Thursday, January 17, 2013

For Many Couples It's Time to Update Their Estate Plans


It may be time for many married couples to update their estate plan. Particularly if you executed a revocable living trust with an A-B provision, also referred to as a Bypass trust, or a credit shelter trust.

The problem is that as recently as 2001 the applicable exclusion amount ( the amount that can pass to an heir estate tax free) was near $1 million dollars per spouse. Typically these bypass trusts were established so that no estate taxes would be due upon the death of the first spouse. They accomplished this by making use of the unlimited Marital Deduction which allows one to leave an estate of unlimited size to one's U.S. citizen Spouse ( non-citizens have to use special and burdensome devices known as Qualified Domestic Trusts- QDOTS)

EXAMPLE: Assume we have a happily married heterosexual couple, we will call them H & W for this example. Assume further that H has a separate property estate of $2.5 million and W has only modest sums. Further assume H dies first with the current annual exclusion amount.

Assume further that H & W had a credit shelter trust established when the applicable exclusion amount was far lower ( $1 million or lower). Assume further that the credit shelter trust did not provide for income and principal distributions to the surviving spouse because it was established solely for members of H's family ( those other than W). This is a common situation where there are children from different marriages involved.

What was contemplated when this plan was made was that given the same size of Estate ($2.5 million) and an applicable exclusion amount of $1 million ( what would have happened as recently as 2001) $1 million would have gone into the bypass trust for H's family, with the balance ( $1.5 million) going to fund the Marital deduction Trust which W could raid at will for her living expenses.

However, under the current rules and the above scenario no marital deduction trust would be created when the deceased spouse's estate was less than $3.5 million. So assuming H dies first, upon his death all of H's property would stay in the credit shelter ( aka bypass trust) and the marital deduction trust would never get funded. Now W would not have access to the income that she would have had when the applicable exclusion amount was lower.

So those with Estates greater than $1 million and less than 3.5 million may presently have a plan that will not accomplish the common goal of providing income and if need be principal to the surviving spouse. Indeed in the extreme example above W might soon end up penniless.

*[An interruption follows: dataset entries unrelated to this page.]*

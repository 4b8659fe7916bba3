//! Markers: status is told by shape as well as colour.

use plotters::prelude::*;

use super::palette::{EMBER, INK};
use super::{Area, Drawn, failed};
use crate::screen::Status;

#[derive(Debug, Clone, Copy, PartialEq, Eq)]
pub enum Mark {
    /// Hollow circle: below the caution threshold.
    Ok,
    /// Orange triangle with a dark outline: caution.
    Caution,
    /// Filled dark square: severe.
    Severe,
}

impl Mark {
    pub fn of(status: Status) -> Mark {
        match status {
            Status::Ok => Mark::Ok,
            Status::Caution => Mark::Caution,
            Status::Severe => Mark::Severe,
        }
    }
}

pub(super) fn draw_mark(area: &Area, at: (i32, i32), mark: Mark) -> Drawn {
    match mark {
        Mark::Ok => area
            .draw(&Circle::new(at, 4, INK.stroke_width(1)))
            .map_err(failed),
        Mark::Caution => {
            let triangle = TriangleMarker::new(at, 6, EMBER.filled());
            area.draw(&triangle).map_err(failed)?;
            let outline = TriangleMarker::new(at, 6, INK.stroke_width(1));
            area.draw(&outline).map_err(failed)
        }
        Mark::Severe => {
            let (x, y) = at;
            let square = Rectangle::new([(x - 4, y - 4), (x + 4, y + 4)], INK.filled());
            area.draw(&square).map_err(failed)
        }
    }
}
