//! The HTML report's figures, drawn with plotters onto SVG strings.
//!
//! Every figure function returns `Err(reason)` instead of panicking, so that the page
//! can say that one figure is missing and still show everything else. Axes, grids and
//! data shapes are drawn in data coordinates through a chart; labels and markers that
//! must sit a fixed number of pixels from a data point are drawn on the root area at
//! the pixel position the chart gives for that point.
//!
//! plotters' SVG backend escapes `<`, `>`, `&` and quotes in text and attributes, so
//! labels are passed to it as they are (escaping them here would escape them twice).
//!
//! One file per figure (`strip`, `bars`, `heatmap`), with the markers, legend and
//! palette they share; this file holds the drawing scaffold.

mod bars;
mod heatmap;
mod legend;
mod marks;
pub mod palette;
mod separation;
mod strip;
pub mod variants;

pub use bars::{ShareBar, SharePanel, model_pairs, share_bars, share_panels};
pub use heatmap::{correlation_map, diverging, worst_run};
pub use marks::Mark;
pub use separation::{SeparationRow, separation_rows, separation_strip};
pub use strip::{Dot, StripRow, Undefined, VifStrip, vif_strip, vif_strip_data};

use std::panic::{AssertUnwindSafe, catch_unwind};

use plotters::coord::Shift;
use plotters::prelude::*;
use plotters::style::text_anchor::{HPos, Pos, VPos};

use crate::report::Report;
use palette::INK;

type Area<'a> = DrawingArea<SVGBackend<'a>, Shift>;
type Drawn = Result<(), String>;

/// Any plotters error as a short reason for the page.
fn failed<E: std::fmt::Display>(error: E) -> String {
    format!("drawing failed: {error}")
}

/// Draws one SVG of the given size. A panic inside plotters (which its API allows on
/// degenerate geometry) is turned into an error: a page with one figure missing is
/// more use than no page.
fn draw_svg(size: (u32, u32), paint: impl FnOnce(&Area) -> Drawn) -> Result<String, String> {
    let outcome = catch_unwind(AssertUnwindSafe(|| {
        let mut svg = String::new();
        {
            let root = SVGBackend::with_string(&mut svg, size).into_drawing_area();
            paint(&root)?;
            root.present().map_err(failed)?;
        }
        Ok(svg)
    }));
    outcome.unwrap_or_else(|_| Err("the plotting library stopped on this figure".to_string()))
}

/// A text style of `px` CSS pixels (plotters writes `font-size` as size / 1.24).
fn text(px: f64) -> TextStyle<'static> {
    ("sans-serif", px * 1.24).into_font().color(&INK)
}

fn anchored(style: TextStyle<'static>, h: HPos, v: VPos) -> TextStyle<'static> {
    style.pos(Pos::new(h, v))
}

/// Rough width of a label in pixels at `px`, for sizing label areas (no font metrics
/// are available without a font library, so this errs on the wide side).
fn label_width(label: &str, px: f64) -> u32 {
    (label.chars().count() as f64 * px * 0.62).ceil() as u32
}

/// Participants in report order (the order of the subject summaries, then any others).
fn participants(report: &Report) -> Vec<String> {
    let mut labels: Vec<String> = report.subjects.iter().map(|s| s.subject.clone()).collect();
    for run in &report.runs {
        if !labels.contains(&run.subject) {
            labels.push(run.subject.clone());
        }
    }
    labels
}

#[cfg(test)]
mod tests {
    use super::*;
    use crate::study::Thresholds;

    #[test]
    fn degenerate_input_gives_a_reason_not_a_panic() {
        let strip = VifStrip::default();
        assert!(vif_strip(&strip, &Thresholds::default()).is_err());
        assert!(share_bars(&[]).is_err());
    }
}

So what's the solution? Well for starters its time to see an Estate Planning Attorney in your area to amend your revocable living trust. Though technically called a modification in California, or a restatement, either way you are amending the terms of the trust. Most revocable living trusts are fully amendable while both spouses are alive and well and acting as trustees. With some relatively simple amendments, the problem can be avoided and the surviving spouse can be left with the certainty that he or she will have some means of support.